→ **What you will do**: Please take the records that follow and repeat exactly the lines starting with the line with "p = same_distribution_p(ours, theirs, discrete=True)" and going on through the line with "p = stats.fisher_exact([[a, reads".

___ Source material ___

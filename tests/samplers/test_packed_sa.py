"""packed-sa against sources outside the project.

* energies: dimod's BinaryQuadraticModel.energies; ground states: dimod.ExactSolver;
* dynamics: the dwave-samplers reference annealer at the same betas, compared
  with a chi-square test of homogeneity on the (integer) final energies and
  Fisher's exact test on success probabilities (scipy);
* independence of the 64 replicas in a word: the binomial dispersion test
  (common practice: under independence the per-word success counts are
  Binomial(64, p), so their variance is 64 p (1 - p)).
Fixed seeds throughout; every statistical check rejects at ALPHA = 1e-3.
"""

import dimod
import numpy as np
import pytest
from dwave.samplers import SimulatedAnnealingSampler
from scipy import stats

from instgen.errors import InputError
from instgen.instance import Instance
from instgen.make import make_instance
from instgen.samplers import Schedule, get_sampler
from instgen.samplers import _packed_kernels, packed_sa
from instgen.samplers.base import index_bqm, index_states
from instgen.samplers.fast_sa import betas_of, stack
from instgen.samplers.packed_sa import PackedAnnealing, packed_arrays
from instgen.testing import check_sampler, small_instances

ALPHA = 1e-3


def reference(inst, schedule, reads, seed, order="sequential"):
    """Final energies from dwave-samplers' annealer on the same explicit betas,
    recomputed from its states with Instance.energies."""
    ss = SimulatedAnnealingSampler().sample(
        index_bqm(inst), num_reads=reads, seed=seed, beta_schedule_type="custom",
        beta_schedule=schedule.betas(), randomize_order=(order == "random"))
    states = index_states(ss, inst.n)
    assert np.allclose(inst.energies(states), ss.record.energy, atol=1e-9)
    return inst.energies(states)


def same_distribution_p(a, b, discrete=True):
    """p-value of the chi-square test of homogeneity (scipy.stats.chi2_contingency)
    on the energy levels of two samples, tails pooled until every expected count is >= 5."""
    levels = np.unique(np.round(np.concatenate([a, b]), 6))
    table = np.array([[np.sum(np.isclose(x, v)) for v in levels] for x in (a, b)], dtype=float)
    while table.shape[1] > 1:
        expected = table.sum(0)[None, :] * table.sum(1)[:, None] / table.sum()
        k = int(np.argmin(expected.min(0)))
        if expected[:, k].min() >= 5:
            break
        j = k - 1 if k == table.shape[1] - 1 else k + 1
        table[:, j] += table[:, k]
        table = np.delete(table, k, axis=1)
    if table.shape[1] < 2:
        return 1.0
    return stats.chi2_contingency(table).pvalue


def ground_energy(inst):
    return float(dimod.ExactSolver().sample(inst.to_bqm()).first.energy)  # reference: brute force


def dispersion_p(successes, per_word=64):
    """Two-sided p-value of the binomial dispersion test on per-word success counts."""
    x = np.asarray(successes, dtype=float)
    p = x.mean() / per_word
    chi = np.sum((x - per_word * p) ** 2) / (per_word * p * (1 - p))
    dof = x.size - 1
    return 2 * min(stats.chi2.sf(chi, dof), stats.chi2.cdf(chi, dof))


# ------------------------------------------------------------- basic contract
@pytest.mark.parametrize("randomness", ["independent", "shared"])
def test_energies_equal_dimod_energies_of_returned_states(randomness):
    inst = make_instance("chimera:2", "int:3", "int:2", seed=3)
    for order in ("sequential", "random"):
        batch = get_sampler("packed-sa").run(inst, Schedule(sweeps=30, beta_range=(0.03, 1.5)), reads=100,
                                             seed=1, order=order, randomness=randomness)
        theirs = inst.to_bqm().energies((batch.states, list(inst.labels)))  # reference: dimod
        assert np.array_equal(batch.energies, theirs)
        assert batch.states.shape == (100, inst.n) and batch.spin_updates == 100 * 30 * inst.n


def test_same_seed_same_result_other_seed_other_result():
    inst = make_instance("chimera:2", "pm1", "pm1", seed=4)
    s = PackedAnnealing()
    for opts in ({}, {"randomness": "shared"}, {"order": "random"}):
        a = s.run(inst, Schedule(sweeps=20), reads=64, seed=9, **opts)
        b = s.run(inst, Schedule(sweeps=20), reads=64, seed=9, **opts)
        c = s.run(inst, Schedule(sweeps=20), reads=64, seed=10, **opts)
        assert np.array_equal(a.states, b.states) and a.seed == b.seed < 2**31
        assert not np.array_equal(a.states, c.states)


def test_run_many_equals_separate_calls():
    # Candidates of mixed kinds in one call: unit weights, larger integers,
    # with and without fields (the kernel picks one counting path per call).
    base = make_instance("chimera:2", "pm1", seed=6)
    rng = np.random.default_rng(1)
    kids = [base,
            base.with_couplings(rng.integers(-3, 4, size=base.m).astype(float)),
            base.with_couplings(-base.J, rng.integers(-1, 2, size=base.n).astype(float))]
    s = PackedAnnealing()
    sched = Schedule(sweeps=25, beta_range=(0.05, 3.0))
    for opts in ({}, {"randomness": "shared"}, {"order": "random"}):
        together = s.run_many(kids, sched, reads=130, seeds=[3, 4, 5], **opts)
        for kid, seed, batch in zip(kids, [3, 4, 5], together):
            alone = s.run(kid, sched, reads=130, seed=seed, **opts)
            assert np.array_equal(batch.states, alone.states)
            assert np.array_equal(batch.energies, kid.energies(batch.states))
            assert batch.seed == alone.seed and batch.schedule == alone.schedule


def test_unit_weight_path_equals_general_adder():
    # The register fast path for ±1 couplings and the general weighted adder
    # count the same unsatisfied couplings, so the runs agree bit for bit.
    inst = make_instance("pegasus:2", "pm1", "pm1", seed=2)
    lay, J, h = stack([inst])
    a = packed_arrays(lay, J, h)
    assert a["unit"]
    betas = betas_of(Schedule(sweeps=20))  # read-only, as the sampler passes it
    outs = []
    for unit in (True, False):
        for shared in (False, True):
            out = np.empty((1, 70, inst.n), np.int8)
            _packed_kernels.anneal_packed(lay.uindptr, lay.uindices, a["cpos"], a["wt"], a["hpos"], a["hw"],
                                          a["W"], a["planes"], unit, betas, 70, np.array([7]), False, shared, out)
            outs.append(out)
    assert np.array_equal(outs[0], outs[2]) and np.array_equal(outs[1], outs[3])


def test_refuses_values_it_cannot_pack():
    s = PackedAnnealing()
    tri = Instance(edges=[[0, 1], [1, 2]], J=[1.0, -1.0], h=[0.5, 0.0, 0.0])
    with pytest.raises(InputError, match="whole-number.*use fast-sa"):
        s.run(tri, Schedule(sweeps=5), reads=2, seed=1)
    glass = make_instance("chimera:1", "gaussian", seed=1)
    with pytest.raises(InputError, match="whole-number.*use fast-sa"):
        s.run(glass, Schedule(sweeps=5), reads=2, seed=1)
    star = Instance(edges=[[0, k] for k in range(1, 4)], J=[100.0, -100.0, 90.0])
    with pytest.raises(InputError, match="up to 255.*use fast-sa"):
        s.run(star, Schedule(sweeps=5), reads=2, seed=1)
    with pytest.raises(InputError, match="randomness"):
        s.run(make_instance("chimera:1", "pm1", seed=1), Schedule(sweeps=5), reads=2, seed=1, randomness="some")
    with pytest.raises(InputError, match="share one graph"):
        s.run_many([make_instance("chimera:1", "pm1", seed=1), make_instance("square:3", "pm1", seed=1)],
                   Schedule(sweeps=5), reads=2, seeds=[1, 2])


def test_suits_says_which_alphabets_give_whole_numbers():
    from instgen.couplings import CouplingRules

    yes = [("pm1", "none"), ("int:3", "pm1"), ("levels:-2,1,3", "int:2")]
    no = [("gaussian", "none"), ("levels:0.5,1", "none"), ("pm1", "uniform:-1,1"), ("pm1", "levels:0.5")]
    assert all(packed_sa.suits(CouplingRules.make(c, f)) for c, f in yes)
    assert not any(packed_sa.suits(CouplingRules.make(c, f)) for c, f in no)
    # and what it promises holds: an instance drawn under int:3 / pm1 is accepted
    PackedAnnealing().run(make_instance("chimera:1", "int:3", "pm1", seed=1), Schedule(sweeps=2), reads=1, seed=1)


def test_compiled_once_with_one_signature():
    packed_sa.warm_up()
    for spec, coup in (("chimera:1", "pm1"), ("square:3", "int:3")):
        inst = make_instance(spec, coup, "pm1", seed=1)
        PackedAnnealing().run(inst, Schedule(sweeps=3), reads=3, seed=1)
        PackedAnnealing().run_many([inst, inst], Schedule(sweeps=3), reads=65, seeds=1, order="random",
                                   randomness="shared")
    assert len(_packed_kernels.anneal_packed.signatures) == 1


@pytest.mark.parametrize("randomness", ["independent", "shared"])
def test_passes_the_conformance_kit(randomness):
    # The kit compares lowest energies with dimod.ExactSolver; its instances
    # with whole-number values only (the others are refused, as checked above).
    kit = small_instances()
    check_sampler("packed-sa", instances=[kit[1], kit[3]], options={"randomness": randomness})


# ------------------------------------------------- against the reference annealer
STAT_CASES = [
    # (graph, couplings, fields, sweeps, beta_range, order, randomness)
    ("chimera:3", "pm1", "none", 20, (0.1, 3.0), "sequential", "independent"),
    ("chimera:2", "pm1", "pm1", 15, (0.1, 3.0), "sequential", "shared"),
    ("square:4", "int:3", "int:2", 30, (0.03, 1.0), "sequential", "independent"),
    ("pegasus:2", "pm1", "none", 20, (0.1, 3.0), "sequential", "independent"),
    ("chimera:2", "pm1", "none", 15, (0.1, 3.0), "random", "independent"),
    ("square:4", "int:2", "pm1", 20, (0.05, 2.0), "random", "shared"),
]


@pytest.mark.parametrize("graph,couplings,fields,sweeps,beta_range,order,randomness", STAT_CASES)
def test_final_energies_match_the_reference_annealer(graph, couplings, fields, sweeps, beta_range, order,
                                                     randomness):
    # Reference: dwave-samplers SimulatedAnnealingSampler at the same betas.
    # For "shared" only lane 0 of each word is used: words have independent
    # streams, so those reads are independent as the test requires.
    inst = make_instance(graph, couplings, fields, seed=21)
    sched = Schedule(sweeps=sweeps, beta_range=beta_range)
    reads = 1500
    if randomness == "shared":
        batch = PackedAnnealing().run(inst, sched, reads=64 * reads, seed=5, order=order, randomness=randomness)
        ours = batch.energies[::64]
    else:
        ours = PackedAnnealing().run(inst, sched, reads=reads, seed=5, order=order).energies
    theirs = reference(inst, sched, reads, seed=5, order=order)
    p = same_distribution_p(ours, theirs, discrete=True)
    assert p > ALPHA, f"final energies differ from the reference annealer (p = {p:.2g})"


@pytest.mark.parametrize("randomness", ["independent", "shared"])
def test_success_probability_matches_the_reference(randomness):
    # Ground state from dimod.ExactSolver (16 spins); Fisher's exact test at ALPHA.
    inst = make_instance("square:4", "int:2", "pm1", seed=30)
    e0 = ground_energy(inst)
    sched = Schedule(sweeps=6, beta_range=(0.1, 2.0))
    reads = 3000
    batch = PackedAnnealing().run(inst, sched, reads=64 * reads if randomness == "shared" else reads, seed=1,
                                  randomness=randomness)
    ours = batch.energies[::64] if randomness == "shared" else batch.energies  # independent reads only
    theirs = reference(inst, sched, reads, seed=1)
    a, b = int(np.sum(ours <= e0 + 1e-9)), int(np.sum(theirs <= e0 + 1e-9))
    assert 0.05 * reads < b < 0.95 * reads
    p = stats.fisher_exact([[a, reads - a], [b, reads - b]]).pvalue
    assert p > ALPHA, f"success {a}/{reads} here, {b}/{reads} for the reference (p = {p:.2g})"


def test_shared_randomness_keeps_every_lane_exact():
    # Each replica's own dynamics is exact Metropolis whatever its place in the
    # word: lane 0 of even words and lane 45 of odd words (independent samples)
    # both match the reference annealer.
    inst = make_instance("chimera:2", "pm1", "pm1", seed=8)
    sched = Schedule(sweeps=12, beta_range=(0.1, 3.0))
    e = PackedAnnealing().run(inst, sched, reads=64 * 3000, seed=2, randomness="shared").energies.reshape(3000, 64)
    theirs = reference(inst, sched, 1500, seed=2)
    for lane_sample in (e[0::2, 0], e[1::2, 45]):
        assert same_distribution_p(lane_sample, theirs, discrete=True) > ALPHA


def test_replicas_in_a_word_are_independent_by_default_and_not_when_shared():
    # Binomial dispersion test on ground-state hits per 64-replica word: the
    # default (own random bits per replica) passes; shared random numbers make
    # the replicas of a word correlated, which the same test detects here
    # (the effective sample size is smaller than the read count).
    inst = make_instance("square:4", "int:2", "pm1", seed=30)
    e0 = ground_energy(inst)
    sched = Schedule(sweeps=8, beta_range=(0.1, 3.0))
    hits = {}
    for randomness in ("independent", "shared"):
        e = PackedAnnealing().run(inst, sched, reads=64 * 400, seed=1, randomness=randomness).energies
        hits[randomness] = (e <= e0 + 1e-9).reshape(400, 64).sum(1)
    assert dispersion_p(hits["independent"]) > ALPHA
    assert dispersion_p(hits["shared"]) < ALPHA
    assert np.var(hits["shared"]) > np.var(hits["independent"])


def test_long_schedule_finds_the_exact_ground_state():
    inst = make_instance("square:4", "int:3", "int:2", seed=2)
    for randomness in ("independent", "shared"):
        batch = PackedAnnealing().run(inst, Schedule(sweeps=300, beta_range=(0.03, 2.0)), reads=64, seed=1,
                                      randomness=randomness)
        assert batch.min_energy == pytest.approx(ground_energy(inst), abs=1e-9)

___

→ **Expected answer**:
    p = same_distribution_p(ours, theirs, discrete=True)
    assert p > ALPHA, f"final energies differ from the reference annealer (p = {p:.2g})"


@pytest.mark.parametrize("randomness", ["independent", "shared"])
def test_success_probability_matches_the_reference(randomness):
    # Ground state from dimod.ExactSolver (16 spins); Fisher's exact test at ALPHA.
    inst = make_instance("square:4", "int:2", "pm1", seed=30)
    e0 = ground_energy(inst)
    sched = Schedule(sweeps=6, beta_range=(0.1, 2.0))
    reads = 3000
    batch = PackedAnnealing().run(inst, sched, reads=64 * reads if randomness == "shared" else reads, seed=1,
                                  randomness=randomness)
    ours = batch.energies[::64] if randomness == "shared" else batch.energies  # independent reads only
    theirs = reference(inst, sched, reads, seed=1)
    a, b = int(np.sum(ours <= e0 + 1e-9)), int(np.sum(theirs <= e0 + 1e-9))
    assert 0.05 * reads < b < 0.95 * reads
    p = stats.fisher_exact([[a, reads - a], [b, reads - b]]).pvalue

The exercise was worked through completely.